# Washing up liquid...



## Purplecatlover (Mar 12, 2017)

So this morning I cleaned out jaspers crate and as he had weed on the puppy pads & a bit on his throw I put a little bit of tesco washing up liquid on the tray(to try and get rid of any residue of it), wiped it with a wet cloth (made it go like white where it mixed) then dried it thoroughly with a kitchen roll. This was at 11am - ish and I was just checking that it will be fine for him now to go in. I've put two more puppy pads on the bottom but he does like to scratch to try & hide his food and it just made me a little paranoid (I know I probably sound mad, I hate anxiety)that he'd get some sort of residue on him and then lick it off.

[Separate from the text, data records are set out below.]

/** How well a heat is known by where it comes from. */
export type HeatEvidence = 'exact' | 'laboratory' | 'class' | 'mixed';

/** Half-width of the range over the value. */
const HEAT_SPREAD: Readonly<Record<HeatEvidence, number>> = {
  exact: 0.01,
  laboratory: 0.03,
  class: 0.07,
  mixed: 0.15,
};

const WORDS: Readonly<Record<HeatEvidence, string>> = {
  exact: 'an exact compound',
  laboratory: 'a laboratory value',
  class: 'a class of goods',
  mixed: 'a mixed product',
};

interface EvidenceRange {
  readonly low_MJ_kg: number;
  readonly high_MJ_kg: number;
  readonly range_basis: string;
}

/** Low and high around a net heat by its evidence. @param least a wider relative half-width that was found, if any */
export function evidenceRange(net_MJ_kg: number, evidence: HeatEvidence, least = 0): EvidenceRange {
  const spread = Math.max(HEAT_SPREAD[evidence], least);
  const pct = Number((spread * 100).toPrecision(2));
  return {
    low_MJ_kg: net_MJ_kg * (1 - spread),
    high_MJ_kg: net_MJ_kg * (1 + spread),
    range_basis:
      least > HEAT_SPREAD[evidence]
        ? `± ${pct} %, the spread that was found`
        : `± ${pct} %, usual for ${WORDS[evidence]}`,
  };
}
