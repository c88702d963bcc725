/** Why a draft gives no material: where, and what to change, in a sentence for a person. */
export interface MaterialFault {
  /** JSON pointer into the draft: `/runs/0/mass_kg`. */
  readonly pointer: string;
  readonly code: string;
  readonly message: string;
}
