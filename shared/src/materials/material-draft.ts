import { z } from 'zod/mini';
import { bombDraft } from './drafts/bomb-draft.ts';
import { commonDraft } from './drafts/common-draft.ts';
import { compositionDraft } from './drafts/composition-draft.ts';
import { equationDraft } from './drafts/equation-draft.ts';
import { formulaDraft } from './drafts/formula-draft.ts';
import { supplierDraft } from './drafts/supplier-draft.ts';
import { ultimateDraft } from './drafts/ultimate-draft.ts';

/**
 * What a person states about a material of their own; everything else is derived from it by `deriveMaterial`. `way` says
 * where the heat comes from. Masses are in kg, heats in MJ or MJ/kg, shares of a mass in percent.
 */
export const materialDraftSchema = z.discriminatedUnion('way', [
  z.strictObject({ ...commonDraft, ...formulaDraft }),
  z.strictObject({ ...commonDraft, ...equationDraft }),
  z.strictObject({ ...commonDraft, ...bombDraft }),
  z.strictObject({ ...commonDraft, ...ultimateDraft }),
  z.strictObject({ ...commonDraft, ...supplierDraft }),
  z.strictObject({ ...commonDraft, ...compositionDraft }),
]);

export type MaterialDraft = z.infer<typeof materialDraftSchema>;
export type MaterialWay = MaterialDraft['way'];
/** The draft of one way: `DraftOf<'bomb'>`. */
export type DraftOf<W extends MaterialWay> = Extract<MaterialDraft, { way: W }>;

Sorry for probably sounding stupid haha. The only way my anxiety stops is when other people tell me it will be okay. I can't stop my self worrying.. well we're working on it. 

I'm probably just going to use hot water next time so I don't need to worry anymore! That's what I've been doing where his food bowl sits so!

Thanks 

Also I've read that washing cats bowls with washing up liquid can be harmful? Is this true? What do you use?


----------



## Vanessa131 (Nov 16, 2014)

Bronn sometimes gets in the washing up bowl full of washing up liquid water, he hasn't come to any harm so I wouldn't be overly worried.


----------



## Purplecatlover (Mar 12, 2017)

Vanessa131 said:


> Bronn sometimes gets in the washing up bowl full of washing up liquid water, he hasn't come to any harm so I wouldn't be overly worried.

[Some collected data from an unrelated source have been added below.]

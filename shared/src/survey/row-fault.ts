import type { z } from 'zod/mini';
import type { Refusal } from './command.ts';
import { refuse } from './refuse.ts';
import { patchSchemas, rowSchemas } from './row-schemas.ts';
import type { EntityKind } from './survey-document.ts';

const UNITS: readonly (readonly [suffix: string, unit: string])[] = [
  ['_W_mK', 'W/(m·K)'],
  ['_kg_m3', 'kg/m³'],
  ['_J_kgK', 'J/(kg·K)'],
  ['_kW_m2', 'kW/m²'],
  ['_MJ_kg', 'MJ/kg'],
  ['_kg', 'kg'],
  ['_m2', 'm²'],
  ['_kW', 'kW'],
  ['_pct', '%'],
  ['_deg', '°'],
  ['_min', 'min'],
  ['_C', '°C'],
  ['_m', 'm'],
];

/** Field names whose words are not just the name without its unit. */
const WORDS: Readonly<Record<string, string>> = {
  x_m: 'position from the left',
  y_m: 'position from the bottom',
  offset_m: 'distance from the corner',
  sill_m: 'sill height',
  net_heat_MJ_kg: 'net heat',
  low_MJ_kg: 'low heat',
  high_MJ_kg: 'high heat',
  rti: 'response time index',
  parts: 'parts',
  ring: 'corners',
};

export interface RowFault {
  /** JSON pointer within the row: `/parts/0/mass_kg`. */
  readonly pointer: string;
  /** The last field name on the way, without positions in lists. */
  readonly field: string;
  readonly message: string;
}

/** Everything about a whole row that does not fit its schema, each in one sentence. */
export function rowFaults(kind: EntityKind, row: unknown): RowFault[] {
  return faultsOf(rowSchemas[kind], row);
}

/** Everything about an edit's fields that does not fit the schema of its kind. */
export function patchFaults(kind: EntityKind, patch: unknown): RowFault[] {
  return faultsOf(patchSchemas[kind], patch);
}

/** The first fault as a command's refusal at its field; null for a row that fits. */
export function rowRefusal(kind: EntityKind, row: { readonly id: string }): Refusal | null {
  const [fault] = rowFaults(kind, row);
  return fault === undefined
    ? null
    : refuse('FIELD_OUT_OF_RANGE', fault.message, { field: fault.field, ids: [row.id] });
}

function faultsOf(schema: z.core.$ZodType, value: unknown): RowFault[] {
  const parsed = (schema as z.ZodMiniType).safeParse(value);
  return parsed.success ? [] : parsed.error.issues.map((issue) => faultOf(issue, value));
}

function faultOf(issue: z.core.$ZodIssue, value: unknown): RowFault {
  const path = issue.path.map(String);
  const names = path.filter((step) => !/^\d+$/.test(step));
  const field = names.at(-1) ?? '';
  const found = path.reduce<unknown>(
    (inside, step) =>
      typeof inside === 'object' && inside !== null ? (inside as Record<string, unknown>)[step] : undefined,
    value,
  );
  const pointer = path.map((step) => `/${step}`).join('');
  return { pointer, field, message: sentence(issue, wordsFor(field), unitOf(field), found) };
}

function wordsFor(field: string): string {
  const suffix = UNITS.find(([ending]) => field.endsWith(ending))?.[0] ?? '';
  return WORDS[field] ?? field.slice(0, field.length - suffix.length).replaceAll('_', ' ');
}

function unitOf(field: string): string {
  const unit = UNITS.find(([ending]) => field.endsWith(ending))?.[1];
  return unit === undefined ? '' : ` ${unit}`;
}

function sentence(issue: z.core.$ZodIssue, words: string, unit: string, found: unknown): string {
  const the = words === '' ? 'This' : `The ${words}`;
  if (issue.code === 'too_big' && issue.origin === 'string') {
    return `${the} can have at most ${Number(issue.maximum)} characters; this one has ${String(found).length.toLocaleString('en-GB')}.`;
  }
  if (issue.code === 'too_small' && issue.origin === 'string') return `${the} must not be empty.`;
  if (issue.code === 'too_big' && issue.origin === 'array') {
    return `${the} can hold at most ${Number(issue.maximum)}; there are ${(found as unknown[]).length}.`;
  }
  if (issue.code === 'too_small' && issue.origin === 'array')
    return `${the} must be at least ${Number(issue.minimum)}.`;
  if (issue.code === 'too_big')
    return `${the} must be at most ${Number(issue.maximum)}${unit}; it is ${String(found)}${unit}.`;
  if (issue.code === 'too_small') {
    const bound = issue.inclusive === false ? 'more than' : 'at least';
    return `${the} must be ${bound} ${Number(issue.minimum)}${unit}; it is ${String(found)}${unit}.`;
  }
  if (issue.code === 'unrecognized_keys') return `There is no field named ${issue.keys.join(', ')} here.`;
  if (issue.code === 'invalid_value') return `${the} must be one of ${issue.values.map(String).join(', ')}.`;
  if (issue.code === 'invalid_type' && issue.expected === 'number') return `${the} must be a number, like 12.5.`;
  return `${the} is not in a form the survey can hold.`;
}
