import type { MaterialFault } from './material-fault.ts';

/** Thrown inside a derivation where a draft gives no material; `deriveMaterial` turns it into faults. */
export class DraftRefused extends Error {
  override readonly name = 'DraftRefused';

  constructor(readonly faults: readonly MaterialFault[]) {
    super(faults.map(({ message }) => message).join(' '));
  }

  /** One fault at one place. */
  static at(pointer: string, code: string, message: string): DraftRefused {
    return new DraftRefused([{ pointer, code, message }]);
  }
}
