async function makePersonas(): Promise<Persona[]> {
  const made: Persona[] = [
    { name: 'nobody signed in', person: null, role: null, ofKeeper: false },
    { name: 'a stranger', person: await app.person('Stranger', 'Elsewhere'), role: null, ofKeeper: false },
    { name: 'a colleague without a role', person: await app.colleague(keeper), role: null, ofKeeper: true },
  ];
  for (const role of ALL) {
    const own = await app.colleague(keeper);
    const other = await app.person(`${role} elsewhere`, 'Harbour Office');
    for (const person of [own, other]) await app.give(keeper, book.siteId, person, role);
    made.push({ name: `${role} of the keeper`, person: own, role, ofKeeper: true });
    made.push({ name: `${role} elsewhere`, person: other, role, ofKeeper: false });
  }
  return made;
}

async function makeExport(): Promise<string> {
  const id = randomUUID();
  const access = await app.house.services.access.find(keeper, 'survey', book.surveyId);
  if (access === null) throw new Error('the keeper reaches the survey');
  await app.house.services.exports.create(
    keeper,
    access,
    book.surveyId,
    { id, kind: 'survey-report', room_id: null, units: 'SI' },
    TRAIL,
  );
  await vi.waitFor(async () => expect((await app.house.services.exports.read(id)).state).toBe('ready'), {
    timeout: 20_000,
  });
  return id;
}

const uploadPath = (id: string): string => `/api/files?id=${id}&name=report.pdf`;

interface Described {
  paths: Record<string, Record<string, { operationId: string; responses: Record<string, unknown> }>>;
}

function operationsOf({ paths }: Described): Operation[] {
  return Object.entries(paths).flatMap(([path, methods]) =>
    Object.entries(methods).map(([method, { operationId, responses }]) => ({
      id: operationId,
      method: method as Operation['method'],
      path,
      status: Number(Object.keys(responses).find((code) => code.startsWith('2'))),
    })),
  );
}

async function newLimit(): Promise<string> {
  const id = randomUUID();
  const access = await app.house.services.access.find(inspector, 'building', book.buildingId);
  if (access === null) throw new Error('the inspector reaches the building');
  const values = {
    quantity: 'peak_kW',
    bound: 900,
    source: 'house-rule',
    set_by: 'house rule 3',
    since: '2030-01-01',
  } as const;
  await app.house.services.limits.create(
    inspector,
    access,
    book.buildingId,
    { id, room_id: uid('dock'), ...values },
    TRAIL,
  );
  return id;
}

/** A draft of a member of the keeper: of the person asking, where they are one. */
async function newMaterial(who: Persona): Promise<Record<string, string>> {
  const id = randomUUID();
  const by = who.ofKeeper && who.person !== null ? who.person : keeper;
  await app.house.services.ownMaterials.create(by, { id, draft: supplierDraft(), evidence: [] }, TRAIL);
  return { materialId: id, version: '1' };
}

Hahaha oh my that made me laugh! I can imagine there's soap everywhere !


----------



## Gwen9244 (Nov 10, 2012)

We use ecover washing up liquid but I use the johnsons clean and safe spray to clean their litter trays.


----------



## Gwen9244 (Nov 10, 2012)

Have to say that I got totally paranoid about cleaning products. I emailed ecover and method to check that they were pet safe. Please don't think you're the only one.


----------



## Purplecatlover (Mar 12, 2017)

Gwen9244 said:


> Have to say that I got totally paranoid about cleaning products. I emailed ecover and method to check that they were pet safe. Please don't think you're the only one.


I'll check those out and get some. Thankyou, I worry a lot about so many different things - now I have jasper all my worry is focused on him haha. I'd be a nightmare with kids! X


----------



## huckybuck (Jan 17, 2014)

The HBs tend to forget where their tails are when eating and often end up in soap suds from the washing up bowl!! I do try to wash them if so but they've always been ok.

Also some breeders use washing up liquid to de grease their cats with stud tail although they do rinse thoroughly afterwards.

In future I would make sure you rinse well afterwards just in case.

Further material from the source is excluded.